■ Data extracts:
import { z } from 'zod';
import { idParams } from '../../shared/schemas/common';
import { SIGNATURE_MEANINGS } from '../../shared/schemas/signoff';
import { EDITORS, STAFF } from '../auth/permissions';
import type { ServerConfig } from '../config';
import { route } from '../http/route';
import type { DomainEvents } from '../services/domain-events';
import { reopenRun, signoffView, signRun, submitForReview, verifyRun } from '../services/signoff';

export const signInput = z.strictObject({
  password: z.string().min(1, 'required: your password, to confirm it is you signing').max(200),
  meaning: z.enum(SIGNATURE_MEANINGS),
});

export const reopenInput = z.strictObject({
  reason: z.string().trim().min(1, 'required: say why the run is reopened').max(500),
});

/** Review and sign-off; signing seals the report with the uploads under `dataDir`. Submitting and signing are published as events. */
export const signoffRoutes = (config: Pick<ServerConfig, 'dataDir' | 'secondSigner'>, events: DomainEvents) => [
  route({
    method: 'get',
    path: '/api/runs/:id/signoff',
    access: STAFF,
    summary: 'Review state of a run: state, revision, the version under review, every signature',
    params: idParams,
    handler: ({ params }) => signoffView(params.id),
  }),
  route({
    method: 'post',
    path: '/api/runs/:id/signoff/submit',
    access: EDITORS,
    summary: 'Submit the run’s newest interpretation version for review',
    status: 200,
    params: idParams,
    handler: async ({ params, user }) => {
      const view = await submitForReview(user!, params.id);
      events.publish('submitted-for-review', { runId: params.id, submitter: { id: user!.id, name: user!.name } });
      return view;
    },
  }),
  route({
    method: 'post',
    path: '/api/runs/:id/signoff/sign',
    access: EDITORS,
    summary: 'Sign the version under review (password asked again, someone other than the submitter); seals the report and locks the run',
    status: 200,
    params: idParams,
    body: signInput,
    handler: async ({ params, body, user }) => {
      const view = await signRun(user!, params.id, body, { dataDir: config.dataDir, secondSigner: config.secondSigner });
      events.publish('signed', { runId: params.id, revision: view.revision, signer: { id: user!.id, name: user!.name } });
      return view;
    },
  }),
  route({
    method: 'post',
    path: '/api/runs/:id/signoff/reopen',
    access: EDITORS,
    summary: 'Reopen a signed run as a new revision, or withdraw one in review to draft, with a reason',
    status: 200,
    params: idParams,
    body: reopenInput,
    handler: ({ params, body, user }) => reopenRun(user!, params.id, body.reason),
  }),
  route({
    method: 'get',
    path: '/api/runs/:id/verify',
    access: STAFF,
    summary: 'Check every signature against its sealed report as stored, and say whether today’s data still match',
    params: idParams,
    handler: ({ params }) => verifyRun(params.id, config.dataDir),
  }),
];
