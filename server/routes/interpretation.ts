import { z } from 'zod';
import { analyzeRecord, type AnalyzeRecordOptions, type RecordAnalysis } from '../../shared/interpretation/analyze-record';
import { InterpretationInputError } from '../../shared/interpretation/input-checks';
import { reduceStages } from '../../shared/interpretation/reduction';
import { applyDesignInputs } from '../../shared/interpretation/design-inputs';
import { recordToReadingsCsv, stagePointsToCsv } from '../../shared/records/csv';
import { toStageReadings } from '../../shared/records/readings';
import type { TestRecord } from '../../shared/records/schema';
import { idParams } from '../../shared/schemas/common';
import { type InterpretationSettings, interpretationSettings, ULTIMATE_METHODS } from '../../shared/schemas/interpretation';
import { EDITORS, STAFF } from '../auth/permissions';
import { badRequest, notFound } from '../http/errors';
import { route } from '../http/route';
import { Interpretation } from '../models/interpretation';
import { Run } from '../models/run';
import { User } from '../models/user';
import { audited } from '../services/audit';
import { loadRunRecord, recordUnavailable } from '../services/run-record';
import { assertRunUnlocked } from '../services/signoff';
import type { Response } from 'express';

export const saveInterpretationInput = z.strictObject({
  options: interpretationSettings.default({}),
  chosenMethod: z.enum(ULTIMATE_METHODS),
  reason: z.string().trim().min(1, 'required: say why this method').max(500),
});

/** The record as the engineer wants it read, and the analysis options; a missing design input is a 400 naming its field. */
export function interpretationInput(record: TestRecord, o: InterpretationSettings): { record: TestRecord; options: AnalyzeRecordOptions } {
  try {
    return applyDesignInputs(record, o);
  } catch (err) {
    if (err instanceof InterpretationInputError) throw badRequest(err.message, err.field);
    throw err;
  }
}

function interpret(record: TestRecord, o: InterpretationSettings): RecordAnalysis {
  const input = interpretationInput(record, o);
  return analyzeRecord(input.record, input.options);
}

function download(res: Response, fileName: string, type: string, body: string): void {
  res.type(type).attachment(fileName).send(body);
}

/** The headline figures of a saved analysis, for the list of versions. */
function headline(result: Record<string, unknown>) {
  const a = result as unknown as RecordAnalysis;
  return {
    qUltKpa: a.chosenUltimate?.applies ? a.chosenUltimate.result.qUltKpa : null,
    allowableKpa: a.footing?.applies && a.footing.result.allowable.applies ? a.footing.result.allowable.result.qAllowKpa : null,
  };
}

async function requireRun(id: number): Promise<Run> {
  const run = await Run.findByPk(id);
  if (!run) throw notFound('Run');
  return run;
}

export const interpretationRoutes = [
  route({
    method: 'get',
    path: '/api/runs/:id/record',
    access: STAFF,
    summary: 'The test record of a run (settlescope-record JSON, as a download)',
    params: idParams,
    handler: async ({ params, res }) => {
      const record = await loadRunRecord(params.id);
      res.attachment(`run-${params.id}-record.json`);
      return record;
    },
  }),
  route({
    method: 'get',
    path: '/api/runs/:id/record.csv',
    access: STAFF,
    summary: 'Every reading of a run as a readings CSV',
    params: idParams,
    handler: async ({ params, res }) => download(res, `run-${params.id}-readings.csv`, 'text/csv', recordToReadingsCsv(await loadRunRecord(params.id))),
  }),
  route({
    method: 'get',
    path: '/api/runs/:id/stage-points.csv',
    access: STAFF,
    summary: 'The reduced stage points of a run (one row per stage) as CSV',
    params: idParams,
    handler: async ({ params, res }) => {
      const record = await loadRunRecord(params.id);
      let points: ReturnType<typeof reduceStages>;
      try {
        points = reduceStages(toStageReadings(record), record.plan?.reduction ?? { kind: 'endOfHold' });
      } catch (err) {
        if (err instanceof InterpretationInputError) throw recordUnavailable(`The readings cannot be reduced to stage points: ${err.message}`);
        throw err;
      }
      download(
        res,
        `run-${params.id}-stage-points.csv`,
        'text/csv',
        stagePointsToCsv(
          points,
          record.gauges.map((g) => g.key),
        ),
      );
    },
  }),
  route({
    method: 'get',
    path: '/api/runs/:id/interpretation',
    access: STAFF,
    summary: 'Every interpretation method on the run’s record, with the engineer’s settings from the query',
    params: idParams,
    query: interpretationSettings,
    handler: async ({ params, query }) => interpret(await loadRunRecord(params.id), query),
  }),
  route({
    method: 'get',
    path: '/api/runs/:id/interpretations',
    access: STAFF,
    summary: 'Saved interpretations of a run, newest version first',
    params: idParams,
    handler: async ({ params }) => {
      await requireRun(params.id);
      const saved = await Interpretation.findAll({ where: { runId: params.id }, order: [['version', 'DESC']] });
      const ids = [...new Set(saved.map((s) => s.createdBy).filter((id): id is number => id !== null))];
      const names = new Map((ids.length ? await User.findAll({ where: { id: ids } }) : []).map((u) => [u.id, u.name]));
      return {
        items: saved.map((s) => {
          const { result, ...dto } = s.toDto();
          return { ...dto, createdByName: s.createdBy === null ? null : (names.get(s.createdBy) ?? null), ...headline(result) };
        }),
      };
    },
  }),
  route({
    method: 'post',
    path: '/api/runs/:id/interpretations',
    access: EDITORS,
    summary: 'Save an interpretation of a run as its next version, with the chosen ultimate method and why',
    params: idParams,
    body: saveInterpretationInput,
    handler: async ({ params, body, user }) => {
      await requireRun(params.id);
      const options = { ...body.options, ultimateMethod: body.chosenMethod };
      const result = interpret(await loadRunRecord(params.id), options);
      const saved = await audited(
        async (transaction) => {
          // Locking the run row serialises two saves of one run, so each gets its own version.
          await Run.findByPk(params.id, { transaction, lock: transaction.LOCK.UPDATE });
          await assertRunUnlocked(params.id, transaction);
          const last = (await Interpretation.max('version', { where: { runId: params.id }, transaction })) as number | null;
          return Interpretation.create(
            { runId: params.id, version: (last ?? 0) + 1, options, result: result as unknown as Record<string, unknown>, chosenMethod: body.chosenMethod, reason: body.reason, createdBy: user!.id },
            { transaction },
          );
        },
        (s) => ({
          userId: user!.id,
          entity: 'interpretation',
          entityId: s.id,
          action: 'saved',
          after: { runId: s.runId, version: s.version, chosenMethod: s.chosenMethod, options: s.options, ...headline(s.result) },
          reason: body.reason,
        }),
      );
      return saved.toDto();
    },
  }),
];
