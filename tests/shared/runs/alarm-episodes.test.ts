import { describe, expect, it } from 'vitest';
import { alarmEpisodes } from '../../../shared/runs/alarm-episodes';

const events = (rows: [number, string, Record<string, unknown>][]) => rows.map(([atMs, kind, payload], i) => ({ id: i + 1, atMs, kind, payload }));

describe('alarm episodes', () => {
  it('pairs each raise with the clear of the same key, keeps keys apart and notes the first answer', () => {
    const episodes = alarmEpisodes(
      events([
        [1000, 'alarm-raise', { key: 'load-drift', message: 'Pressure 97.5 kPa is 2.5 kPa below the 100 kPa target: top up the pump.' }],
        [2000, 'alarm-raise', { key: 'signal-lost:g1' }],
        [3000, 'alarm-acknowledge', { key: 'load-drift' }],
        [4000, 'alarm-shelve', { key: 'load-drift', minutes: 5 }],
        [5000, 'alarm-clear', { key: 'load-drift', message: 'Pressure within ±2.0 kPa of the 100 kPa target.' }],
        [6000, 'note', { text: 'pump topped up' }],
        [90_000, 'alarm-raise', { key: 'load-drift', message: 'again' }],
      ]),
    );
    expect(episodes).toEqual([
      { key: 'load-drift', raiseEventId: 1, raisedAtMs: 1000, clearedAtMs: 5000, message: 'Pressure 97.5 kPa is 2.5 kPa below the 100 kPa target: top up the pump.', answeredAtMs: 3000 },
      { key: 'signal-lost:g1', raiseEventId: 2, raisedAtMs: 2000, clearedAtMs: null, message: 'signal lost (g1)', answeredAtMs: null },
      { key: 'load-drift', raiseEventId: 7, raisedAtMs: 90_000, clearedAtMs: null, message: 'again', answeredAtMs: null },
    ]);
  });

  it('ignores a clear with nothing standing and a repeated raise of a standing alarm', () => {
    const episodes = alarmEpisodes(
      events([
        [1000, 'alarm-clear', { key: 'plate-tilt' }],
        [2000, 'alarm-raise', { key: 'plate-tilt', message: 'Plate tilting' }],
        [3000, 'alarm-raise', { key: 'plate-tilt', message: 'Plate tilting more' }],
        [4000, 'alarm-clear', { key: 'plate-tilt' }],
      ]),
    );
    expect(episodes.map((e) => [e.raisedAtMs, e.clearedAtMs, e.message])).toEqual([[2000, 4000, 'Plate tilting']]);
  });
});
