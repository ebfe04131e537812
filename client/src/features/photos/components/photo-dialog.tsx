import { zodResolver } from '@hookform/resolvers/zod';
import { type Photo, type PhotoPatch, photoPatch, photoUrl } from '@shared/schemas/photos';
import { useEffect, useId, useRef } from 'react';
import { useForm } from 'react-hook-form';
import type { z } from 'zod';
import { Button, FormActions } from '../../../components/button';
import { ConfirmButton } from '../../../components/confirm-button';
import { FormError, FormNotice } from '../../../components/form-alert';
import { SelectField, TextField } from '../../../components/form-field';
import { readableErrors, withServerErrors } from '../../../lib/form-errors';
import { useDeletePhoto, usePatchPhoto } from '../api/change-photo';
import { describePhoto, formatBytes, KIND_OPTIONS, KIND_WORDS, typeWord, uploadedLine } from '../utils/photo-text';

const FIELDS = ['caption', 'kind'] as const;

function PhotoEditForm({ photo }: { photo: Photo }) {
  const patch = usePatchPhoto(photo.id);
  const {
    register,
    handleSubmit,
    setError,
    formState: { errors, isSubmitting },
  } = useForm<z.input<typeof photoPatch>, unknown, PhotoPatch>({
    resolver: zodResolver(photoPatch, readableErrors),
    defaultValues: { caption: photo.caption, kind: photo.kind },
  });
  const onSubmit = handleSubmit(withServerErrors(setError, FIELDS, (input: PhotoPatch) => patch.mutateAsync(input)));
  return (
    <form onSubmit={onSubmit} noValidate aria-label="Change the photo" className="flex flex-col gap-3">
      <FormError message={errors.root?.server?.message} />
      <div className="grid gap-3 sm:grid-cols-[minmax(12rem,18rem)_1fr]">
        <SelectField label="Kind" options={KIND_OPTIONS} error={errors.kind?.message} {...register('kind')} />
        <TextField label="Caption" maxLength={300} error={errors.caption?.message} {...register('caption')} />
      </div>
      <FormActions submitLabel="Save caption and kind" busy={isSubmitting} />
      {patch.isSuccess && <FormNotice>Saved.</FormNotice>}
    </form>
  );
}

function DeletePhoto({ photo, onDeleted }: { photo: Photo; onDeleted: () => void }) {
  const remove = useDeletePhoto(photo.id);
  return (
    <div className="flex flex-col gap-2">
      <ConfirmButton
        label="Delete photo"
        question="Delete this photo and its files for good?"
        busy={remove.isPending}
        onConfirm={() => remove.mutate(undefined, { onSuccess: onDeleted })}
      />
      <FormError message={remove.error?.message} />
    </div>
  );
}

interface PhotoDialogProps {
  photo: Photo;
  /** Offer the caption and kind form and deletion. */
  editable: boolean;
  /** Called once the dialog has closed (Close, or Escape). */
  onClose: () => void;
  onDeleted: () => void;
}

/**
 * One photo at preview size in a modal dialog: the browser's own dialog keeps focus inside, closes
 * on Escape and gives focus back to the thumbnail that opened it.
 */
export function PhotoDialog({ photo, editable, onClose, onDeleted }: PhotoDialogProps) {
  const ref = useRef<HTMLDialogElement>(null);
  const titleId = useId();
  useEffect(() => {
    const dialog = ref.current;
    if (dialog && !dialog.open) dialog.showModal();
  }, []);
  const title = `${KIND_WORDS[photo.kind]} photo`;
  return (
    <dialog
      ref={ref}
      aria-labelledby={titleId}
      onClose={onClose}
      className="m-auto max-h-[calc(100dvh-1rem)] w-[min(64rem,calc(100vw-1rem))] overflow-y-auto rounded-md border-2 border-neutral-950 bg-white p-0 text-neutral-950 backdrop:bg-neutral-950/70"
    >
      <div className="flex flex-col gap-4 p-4">
        <div className="flex items-center justify-between gap-3">
          <h2 id={titleId} className="text-xl font-bold">
            {title}
          </h2>
          <Button variant="secondary" onClick={() => ref.current?.close()}>
            Close
          </Button>
        </div>
        <img
          src={photoUrl(photo.id, 'preview')}
          alt={describePhoto(photo)}
          width={photo.width}
          height={photo.height}
          className="mx-auto block h-auto max-h-[65dvh] w-auto max-w-full bg-neutral-100 object-contain"
        />
        <div className="flex flex-col gap-1">
          <p className="text-lg break-words whitespace-pre-line">{photo.caption || <span className="text-neutral-700">No caption</span>}</p>
          <p className="text-neutral-800">{uploadedLine(photo)}</p>
          <p className="text-sm text-neutral-800">
            <span className="font-mono">
              {photo.width} × {photo.height}
            </span>{' '}
            px · {typeWord(photo.mime)} · <span className="font-mono">{formatBytes(photo.bytes)}</span>
          </p>
          <p>
            <a href={photoUrl(photo.id, 'original')} target="_blank" rel="noopener">
              Open the original file
            </a>
          </p>
        </div>
        {editable && (
          <div className="flex flex-col gap-4 border-t-2 border-neutral-300 pt-4">
            <PhotoEditForm photo={photo} />
            <DeletePhoto photo={photo} onDeleted={onDeleted} />
          </div>
        )}
      </div>
    </dialog>
  );
}
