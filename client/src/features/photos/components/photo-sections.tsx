import { PHOTO_LIMIT_PER_LOCATION } from '@shared/schemas/photos';
import { useId } from 'react';
import { EmptyState, ErrorState, LoadingState, QueryResult } from '../../../components/query-states';
import { useLocationPhotos, useRunPhotos } from '../api/get-photos';
import { photoCount } from '../utils/upload-queue';
import { PhotoGallery } from './photo-gallery';
import { PhotoUpload } from './photo-upload';

/** The "Photos" section of a test location's page: every photo of the pit and its runs, and a way to add more. */
export function LocationPhotos({ locationId, pitId }: { locationId: number; pitId: string }) {
  const titleId = useId();
  const photos = useLocationPhotos(locationId);
  const full = (photos.data?.length ?? 0) >= PHOTO_LIMIT_PER_LOCATION;
  return (
    <section aria-labelledby={titleId} className="mt-8 flex flex-col gap-4">
      <div className="flex flex-wrap items-baseline justify-between gap-2">
        <h2 id={titleId} className="text-xl font-bold">
          Photos
        </h2>
        {photos.data && (
          <p className="text-neutral-800">
            <span className="font-mono">{photos.data.length}</span> of <span className="font-mono">{PHOTO_LIMIT_PER_LOCATION}</span> photos this location can
            hold
          </p>
        )}
      </div>
      <QueryResult query={photos} loadingLabel="Loading photos…">
        {(items) =>
          items.length === 0 ? (
            <EmptyState title="No photos yet">
              Add a view over the site, or of the pit with the plate and reaction in place, with “Choose photos” below. Photos taken during a test can also be
              added from the run’s console.
            </EmptyState>
          ) : (
            <PhotoGallery photos={items} label={`Photos of pit ${pitId}`} showOrigin />
          )
        }
      </QueryResult>
      <div className="rounded-md border-2 border-neutral-300 p-3">
        <h3 className="mb-2 text-lg font-bold">Add photos of this location</h3>
        {full ? (
          <p>This location holds the most photos it can ({PHOTO_LIMIT_PER_LOCATION}). Delete some to add others.</p>
        ) : (
          <PhotoUpload locationId={locationId} defaultKind="site" />
        )}
      </div>
    </section>
  );
}

/** Options of {@link PitPhotosPanel}. */
export interface PitPhotosPanelProps {
  runId: number;
  /** The run's test location, where its photos are kept; null while not yet known. */
  locationId: number | null;
  /** The run is signed: its photos can no longer change. */
  locked: boolean;
}

/** A folded panel on the run console: the photos the run's report will show, and pit photos to add to it. */
export function PitPhotosPanel({ runId, locationId, locked }: PitPhotosPanelProps) {
  const photos = useRunPhotos(runId);
  const count = photos.data ? ` (${photos.data.length})` : '';
  return (
    <section aria-label="Pit photos" className="mt-4">
      <details className="rounded-md border-2 border-neutral-300">
        <summary className="flex min-h-touch cursor-pointer items-center px-3 text-lg font-bold">
          Pit photos<span className="ml-1 font-mono font-normal">{count}</span>
        </summary>
        <div className="flex flex-col gap-4 border-t-2 border-neutral-300 p-3">
          {locked ? (
            <p>The run is signed, so its photos are locked. Reopen it on the review page to add or change photos.</p>
          ) : locationId === null ? (
            <LoadingState label="Finding the run’s test location…" />
          ) : (
            <PhotoUpload locationId={locationId} runId={runId} defaultKind="pit" />
          )}
          {photos.isPending && <LoadingState label="Loading photos…" />}
          {photos.isError && <ErrorState title="Could not load the photos" error={photos.error} onRetry={() => void photos.refetch()} />}
          {photos.data?.length === 0 && <p className="text-neutral-800">No photos for this run yet. Photos added here go on the run’s report.</p>}
          {photos.data && photos.data.length > 0 && <PhotoGallery photos={photos.data} label="Photos of this run" showOrigin currentRunId={runId} compact />}
        </div>
      </details>
    </section>
  );
}

/** Read-only: the photos the run's report will print, as the server picks them. */
export function ReportPhotos({ runId }: { runId: number }) {
  const titleId = useId();
  const photos = useRunPhotos(runId);
  return (
    <section aria-labelledby={titleId} className="mt-8 flex flex-col gap-3">
      <h2 id={titleId} className="text-xl font-bold">
        Photos on the report
      </h2>
      <QueryResult query={photos} loadingLabel="Loading photos…">
        {(items) =>
          items.length === 0 ? (
            <EmptyState title="The report will have no photos">
              Photos of the test location and of this run appear here. Add them on the location’s page or from the run’s console while the run is not signed.
            </EmptyState>
          ) : (
            <>
              <p className="text-neutral-800">{photoCount(items.length)} will appear on the report.</p>
              <PhotoGallery photos={items} label="Photos on the report" showOrigin currentRunId={runId} readOnly />
            </>
          )
        }
      </QueryResult>
    </section>
  );
}
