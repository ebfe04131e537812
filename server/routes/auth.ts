import type { RequestHandler } from 'express';
import type { PassportStatic } from 'passport';
import { changePasswordInput, loginInput } from '../../shared/schemas/users';
import { csrf } from '../auth/csrf';
import { hashPassword, verifyPassword } from '../auth/passwords';
import { SESSION_COOKIE } from '../auth/session';
import { HttpError, badRequest } from '../http/errors';
import { route } from '../http/route';
import type { User } from '../models/user';
import { audit } from '../services/audit';

export interface AuthDeps {
  passport: PassportStatic;
  loginLimiter: RequestHandler[];
  /** Called after sign-out so live connections of that session close too. */
  onSignOut?: (sessionId: string) => void;
  /** Ends a user's sessions (all but `exceptSid`) and closes their live connections. */
  endSessionsOf: (userId: number, exceptSid?: string) => Promise<void>;
}

export const authRoutes = ({ passport, loginLimiter, onSignOut, endSessionsOf }: AuthDeps) => [
  route({
    method: 'get',
    path: '/api/auth/csrf',
    access: 'public',
    summary: 'A CSRF token for this session',
    handler: ({ req }) => ({ csrfToken: csrf.generateToken(req) }),
  }),
  route({
    method: 'post',
    path: '/api/auth/login',
    access: 'public',
    summary: 'Sign in with e-mail and password',
    status: 200,
    before: loginLimiter,
    body: loginInput,
    handler: ({ req, body }) =>
      new Promise((resolve, reject) => {
        req.body = body;
        passport.authenticate('local', (err: unknown, user: User | false) => {
          if (err) return reject(err);
          if (!user) return reject(new HttpError(401, 'invalid_credentials', 'E-mail or password is not correct.'));
          // passport regenerates the session id here (session fixation).
          req.login(user, async (loginErr) => {
            if (loginErr) return reject(loginErr);
            req.session.signedInAt = Date.now();
            await user.update({ lastLoginAt: new Date() });
            resolve({ user: user.toDto(), csrfToken: csrf.generateToken(req, true) });
          });
        })(req, req.res, reject);
      }),
  }),
  route({
    method: 'get',
    path: '/api/auth/me',
    access: 'signed-in',
    summary: 'The signed-in user',
    handler: ({ req, user }) => ({ user: user!.toDto(), csrfToken: csrf.generateToken(req) }),
  }),
  route({
    method: 'post',
    path: '/api/auth/logout',
    access: 'signed-in',
    summary: 'Sign out and end the session',
    handler: ({ req, res }) =>
      new Promise<undefined>((resolve, reject) => {
        const sid = req.sessionID;
        req.logout((err) => {
          if (err) return reject(err);
          req.session.destroy((destroyErr) => {
            if (destroyErr) return reject(destroyErr);
            onSignOut?.(sid);
            res.clearCookie(SESSION_COOKIE);
            resolve(undefined);
          });
        });
      }),
  }),
  route({
    method: 'post',
    path: '/api/auth/password',
    access: 'signed-in',
    summary: 'Change my password (ends my other sessions)',
    body: changePasswordInput,
    handler: async ({ user, body, req }) => {
      if (!(await verifyPassword(user!.passwordHash, body.currentPassword))) throw badRequest('currentPassword: not correct', 'currentPassword');
      await user!.update({ passwordHash: await hashPassword(body.newPassword) });
      await endSessionsOf(user!.id, req.sessionID);
      await audit({ userId: user!.id, entity: 'user', entityId: user!.id, action: 'password-changed' });
      return undefined;
    },
  }),
];
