// TestReadMaxBytes checks the byte limit on a reader that cannot tell its
// size, where it is found by reading one byte past the limit.
func TestReadMaxBytes(t *testing.T) {
	t.Parallel()
	const text = "# GHz S RI\n1 0.5 0\n" // 19 bytes
	for _, tc := range []struct {
		max int64
		ok  bool
	}{{19, true}, {18, false}} {
		for _, r := range []io.Reader{strings.NewReader(text), struct{ io.Reader }{strings.NewReader(text)}} {
			f, err := Read(r, "a.s1p", Limits{MaxBytes: tc.max})
			if tc.ok != (err == nil) || tc.ok != (f != nil) {
				t.Errorf("max %d, %T: %v", tc.max, r, err)
			}
			if !tc.ok && (!errors.Is(err, ErrLimit) || !strings.Contains(err.Error(), "MaxBytes limit of 18 bytes")) {
				t.Errorf("max %d: %v", tc.max, err)
			}
		}
	}
}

■ Exercise instructions:
Filter the entries down to the lines that include the string "page".

■ Task response:
/** The "Photos" section of a test location's page: every photo of the pit and its runs, and a way to add more. */
            <p>The run is signed, so its photos are locked. Reopen it on the review page to add or change photos.</p>
              Photos of the test location and of this run appear here. Add them on the location’s page or from the run’s console while the run is not signed.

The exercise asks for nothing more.